“Big data” is more than a trendy catchphrase floating around office boardrooms and educational conferences. It’s a $189 billion industry that’s projected to balloon to $274.3 billion by 2022. It’s also a powerful tool that, leveraged correctly, can offer critical insights into a company’s operations.
Think of leveraging big data like getting an X-ray at the dentist’s office. It’s an objective look at your company’s inner workings, indicating what is — and isn’t — functioning. The clearer and more comprehensive the image, the better prepared you’ll be to seize opportunities.
With that said, big data is one of the most complex business domains. With limited time, which areas should you keep an eye on?
1. ETL
ETL — short for “extract, transform, and load” — is a process used to consolidate data from multiple sources into a single data warehouse. An ETL process “reads” data, shifts it to a format that’s easily analyzed, and stores it in your company’s own searchable data warehouse.
As data volumes grow, ETL will only become more important. Data formats will proliferate, making comparisons more difficult.
If you’re considering adopting an ETL tool this year, remember that integrations are key. If you use payment tools like Stripe, can your ETL tool extract that information? And if your team is short on tech talent, be sure your choice has Coding Solutions.
2. Augmented Analytics
Many business intelligence tools capable of streamlining data collection and crunching numbers require a lot of manual input. However, Harvard Business Review’s analytics team sees a shift ahead: Data analysis tools are automating more parts of the process.
But the fewer steps handled by humans in a big data analytics operation, the better. By using machine learning to prepare data for sharing and set parameters, augmented analytics tools reduce the amount of time leaders have to invest. It also improves the quality of the insights they’re able to extract.
3. Prescriptive Analytics
For years, businesses relied on advanced and predictive analytics to forecast areas like sales and expenses. But there’s a better way to get a look at what’s coming next: prescriptive analytics.
Prescriptive analytics tools don’t just predict events that may happen; they offer suggestions on what to do.
How do prescriptive analytics work? By using machine learning to play out likely scenarios, they help organizations make decisions on what to do in response.

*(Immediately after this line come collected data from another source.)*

static void
test_no_trees (void)
{
  ReteSynthParams params;
  rete_synth_params_init (&params);
  params.n_trees = 0;
  ReteImage *photo = NULL, *vessels = NULL, *fov = NULL;
  GError *error = NULL;
  g_assert_true (rete_synth_fundus (&params, &photo, &vessels, &fov, &error));
  g_assert_no_error (error);
  g_assert_cmpuint (count_ones (vessels), ==, 0);
  g_assert_cmpuint (count_ones (fov), >, 0);
  rete_image_free (photo);
  rete_image_free (vessels);
  rete_image_free (fov);
  /* Only the photograph wanted. */
  params.n_trees = 4;
  photo = NULL;
  g_assert_true (rete_synth_fundus (&params, &photo, NULL, NULL, &error));
  g_assert_no_error (error);
  g_assert_nonnull (photo);
  rete_image_free (photo);
}

typedef struct {
  const char *name;
  const char *field; /* text the message must name */
  void (*spoil) (ReteSynthParams *p);
} BadCase;

static void spoil_width (ReteSynthParams *p) { p->width = 0; }
static void spoil_height (ReteSynthParams *p) { p->height = -5; }
static void spoil_huge (ReteSynthParams *p) { p->width = 70000; }
static void spoil_pixels (ReteSynthParams *p) { p->width = 60000; p->height = 60000; }
static void spoil_aperture (ReteSynthParams *p) { p->aperture_radius = 0.0; }
static void spoil_aperture_nan (ReteSynthParams *p) { p->aperture_radius = NAN; }
static void spoil_trees (ReteSynthParams *p) { p->n_trees = -1; }
static void spoil_many_trees (ReteSynthParams *p) { p->n_trees = 100; }
static void spoil_min_width (ReteSynthParams *p) { p->min_vessel_width = 0.0; }
static void spoil_max_width (ReteSynthParams *p) { p->max_vessel_width = 0.5; }
static void spoil_illumination (ReteSynthParams *p) { p->illumination = 2.0; }
static void spoil_noise (ReteSynthParams *p) { p->noise = -0.1; }
static void spoil_lesions (ReteSynthParams *p) { p->n_lesions = -3; }
static void spoil_quality (ReteSynthParams *p) { p->jpeg_quality = 0; }

static const BadCase bad_cases[] = {
  { "width-zero", "width", spoil_width },
  { "height-negative", "height", spoil_height },
  { "width-too-large", "width", spoil_huge },
  { "too-many-pixels", "larger than", spoil_pixels },
  { "aperture-zero", "aperture", spoil_aperture },
  { "aperture-nan", "aperture", spoil_aperture_nan },
  { "trees-negative", "trees", spoil_trees },
  { "trees-too-many", "trees", spoil_many_trees },
  { "min-width-zero", "narrowest", spoil_min_width },
  { "max-below-min", "widest", spoil_max_width },
  { "illumination", "illumination", spoil_illumination },
  { "noise-negative", "noise", spoil_noise },
  { "lesions-negative", "lesions", spoil_lesions },
  { "jpeg-quality-zero", "JPEG quality", spoil_quality },
};

static void
test_bad_parameters (gconstpointer data)
{
  const BadCase *c = data;
  ReteSynthParams params;
  rete_synth_params_init (&params);
  c->spoil (&params);
  ReteImage *photo = NULL, *vessels = NULL, *fov = NULL;
  GError *error = NULL;
  g_assert_false (rete_synth_fundus (&params, &photo, &vessels, &fov, &error));
  g_assert_error (error, RETE_VESSEL_ERROR, RETE_ERROR_INVALID_ARGUMENT);
  g_test_message ("%s: %s", c->name, error->message);
  g_assert_nonnull (strstr (error->message, c->field));
  g_assert_null (photo);
  g_assert_null (vessels);
  g_assert_null (fov);
  g_clear_error (&error);
  ReteSynthTruth truth;
  g_assert_false (rete_synth_fundus_truth (&params, &truth, &error));
  g_assert_error (error, RETE_VESSEL_ERROR, RETE_ERROR_INVALID_ARGUMENT);
  g_assert_null (truth.photo);
  g_clear_error (&error);
}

A prescriptive analytics tool might, for example, suggest tweaks to a blog post. By considering how similar posts have fared in terms of searches and social shares, a system might recommend changes to improve the content’s chances of going viral.

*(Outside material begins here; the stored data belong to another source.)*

class _Discretisation:
    """Box-integration (finite-volume) form of the BenDaniel–Duke operator.

    Unknowns are phi at the interior nodes 1..ny-2 (phi = 0 at both ends). Integrating
    the equation over the control volume [y_{i-1/2}, y_{i+1/2}] of node i gives ([5]_)

        -C [ (phi_{i+1} - phi_i) / (m_{i+1/2} d_i) - (phi_i - phi_{i-1}) / (m_{i-1/2} d_{i-1}) ]
            + V_i h_i phi_i = E h_i phi_i,

    with C = hbar^2 / (2 m0), d_i = y_{i+1} - y_i, h_i = (d_{i-1} + d_i) / 2 and
    m_{i+1/2} the mass of cell i. The flux (1/m) dphi/dy is taken once per cell, so the
    BenDaniel–Duke matching at a node on an interface is built in. The generalised
    problem H phi = E B phi with B = diag(h) is made a standard symmetric tridiagonal
    one by psi = B^{1/2} phi.
    """

    def __init__(
        self,
        y_nm: np.ndarray,
        potential_eV: np.ndarray | float,
        mass_rel: np.ndarray | float,
        nonparabolicity_per_eV: np.ndarray | float,
    ) -> None:
        y = np.asarray(y_nm, dtype=float)
        if y.ndim != 1 or y.size < 3:
            raise ValueError("y_nm must be a 1D array of at least 3 nodes")
        d = np.diff(y)
        if not np.all(np.isfinite(y)) or np.any(d <= 0.0):
            raise ValueError("y_nm must be finite and strictly increasing")
        n = y.size
        v_cell, v_nodes = _cell_values(potential_eV, n, "potential_eV")
        m_cell, m_nodes = _cell_values(mass_rel, n, "mass_rel")
        a_cell, _ = _cell_values(nonparabolicity_per_eV, n, "nonparabolicity_per_eV")
        for arr, name in ((v_cell, "potential_eV"), (m_cell, "mass_rel"),
                          (a_cell, "nonparabolicity_per_eV")):
            if not np.all(np.isfinite(arr)):
                raise ValueError(f"{name} must be finite")
        if np.any(m_cell <= 0.0):
            raise ValueError("mass_rel must be positive")
        if np.any(a_cell < 0.0):
            raise ValueError("nonparabolicity_per_eV must be non-negative")
        if m_nodes:
            # harmonic mean of the node masses on each cell (series resistance of the flux)
            m_node = np.broadcast_to(np.asarray(mass_rel, dtype=float), (n,))
            m_cell = 2.0 / (1.0 / m_node[1:] + 1.0 / m_node[:-1])

        self.y = y
        self.d = d
        self.h = 0.5 * (d[1:] + d[:-1])  # control volumes of the interior nodes
        if v_nodes:
            v_node = np.broadcast_to(np.asarray(potential_eV, dtype=float), (n,))
            self.potential_term = v_node[1:-1] * self.h
        else:
            self.potential_term = 0.5 * (v_cell[1:] * d[1:] + v_cell[:-1] * d[:-1])
        self.v_cell = v_cell
        self.m_cell = m_cell
        self.a_cell = a_cell
        self.parabolic = not np.any(a_cell > 0.0)
        self.inv_sqrt_h = 1.0 / np.sqrt(self.h)
        self.off_scale = self.inv_sqrt_h[1:] * self.inv_sqrt_h[:-1]

    def tridiagonal(self, energy_eV: float | None) -> tuple[np.ndarray, np.ndarray]:
        """Diagonal and off-diagonal of B^{-1/2} H(E) B^{-1/2} [eV].

        ``energy_eV=None`` gives the parabolic operator (band-edge masses m*).
        """
        if energy_eV is None:
            mass = self.m_cell
        else:
            factor = 1.0 + self.a_cell * (energy_eV - self.v_cell)
            mass = self.m_cell * np.maximum(factor, _MIN_MASS_FACTOR)
        t = HBAR2_2M0_EV_NM2 / (mass * self.d)  # flux coupling of each cell [eV nm]
        diag = (t[1:] + t[:-1] + self.potential_term) * (self.inv_sqrt_h**2)
        off = -t[1:-1] * self.off_scale
        return diag, off

    def eigen(
        self, energy_eV: float | None, first: int, last: int, vectors: bool
    ) -> tuple[np.ndarray, np.ndarray | None]:
        """Eigenvalues first..last (0-based, inclusive) of H(E) [eV], and phi on all nodes."""
        diag, off = self.tridiagonal(energy_eV)
        if not vectors:
            w = eigh_tridiagonal(diag, off, eigvals_only=True, select="i",
                                 select_range=(first, last))
            return w, None
        w, psi = eigh_tridiagonal(diag, off, select="i", select_range=(first, last))
        phi = np.zeros((w.size, self.y.size))
        phi[:, 1:-1] = (psi * self.inv_sqrt_h[:, None]).T
        return w, phi


def _fix_sign(phi: np.ndarray) -> np.ndarray:
    """Make each wavefunction start positive from the left end."""
    out = phi.copy()
    for row in out:
        big = np.abs(row) > 1e-3 * np.max(np.abs(row))
        if row[np.argmax(big)] < 0.0:
            row *= -1.0
    return out


def _nonparabolic_energy(disc: _Discretisation, index: int, start_eV: float) -> float:
    """Fixed point E = lambda_index(E) of the energy-dependent problem [eV].

    With alpha >= 0 every cell mass m(E) is non-decreasing in E, so the kinetic operator
    and hence each eigenvalue lambda_n(E) is non-increasing in E (Courant–Fischer
    min-max). g(E) = lambda_n(E) - E is then strictly decreasing with one root, and for
    any E0 the root lies between E0 and E1 = lambda_n(E0); Brent's method finishes it.
    """

    def g(energy: float) -> float:
        return float(disc.eigen(energy, index, index, vectors=False)[0][0]) - energy

    e0 = start_eV
    g0 = g(e0)
    if abs(g0) <= _ENERGY_TOL_EV:
        return e0
    e1 = e0 + g0
    g1 = g(e1)
    if abs(g1) <= _ENERGY_TOL_EV:
        return e1
    if g0 * g1 > 0.0:  # only through round-off of a near-converged bracket
        return e1 if abs(g1) < abs(g0) else e0
    lo, hi = (e0, e1) if e0 < e1 else (e1, e0)
    from scipy.optimize import brentq  # loaded on first use: scipy.optimize is slow to import

    return float(brentq(g, lo, hi, xtol=_ENERGY_TOL_EV, rtol=4 * np.finfo(float).eps))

4. Natural Language Processing
If you talk to Alexa, you’ve encountered natural language processing before. NLP is a form of artificial intelligence that helps computers understand and interpret human speech. And it’s the reason Alexa activates upon hearing your voice and reacts to your request.
In the business world, NLP algorithms power everything from chatbots to email filters to sentiment analysis tools. According to Gartner, half of analytical queries will be generated by NLP or search — or automation — by 2020.
Expect NLP’s business applications to expand rapidly. As a result, companies will use it to pull insights from customer service call transcripts, answer FAQs, and autonomously handle administrative work.
5. Edge Analytics
By 2025, 64 billion Internet of Things devices will exist around the globe. To manage the troves of data they collect, companies will use edge analytics.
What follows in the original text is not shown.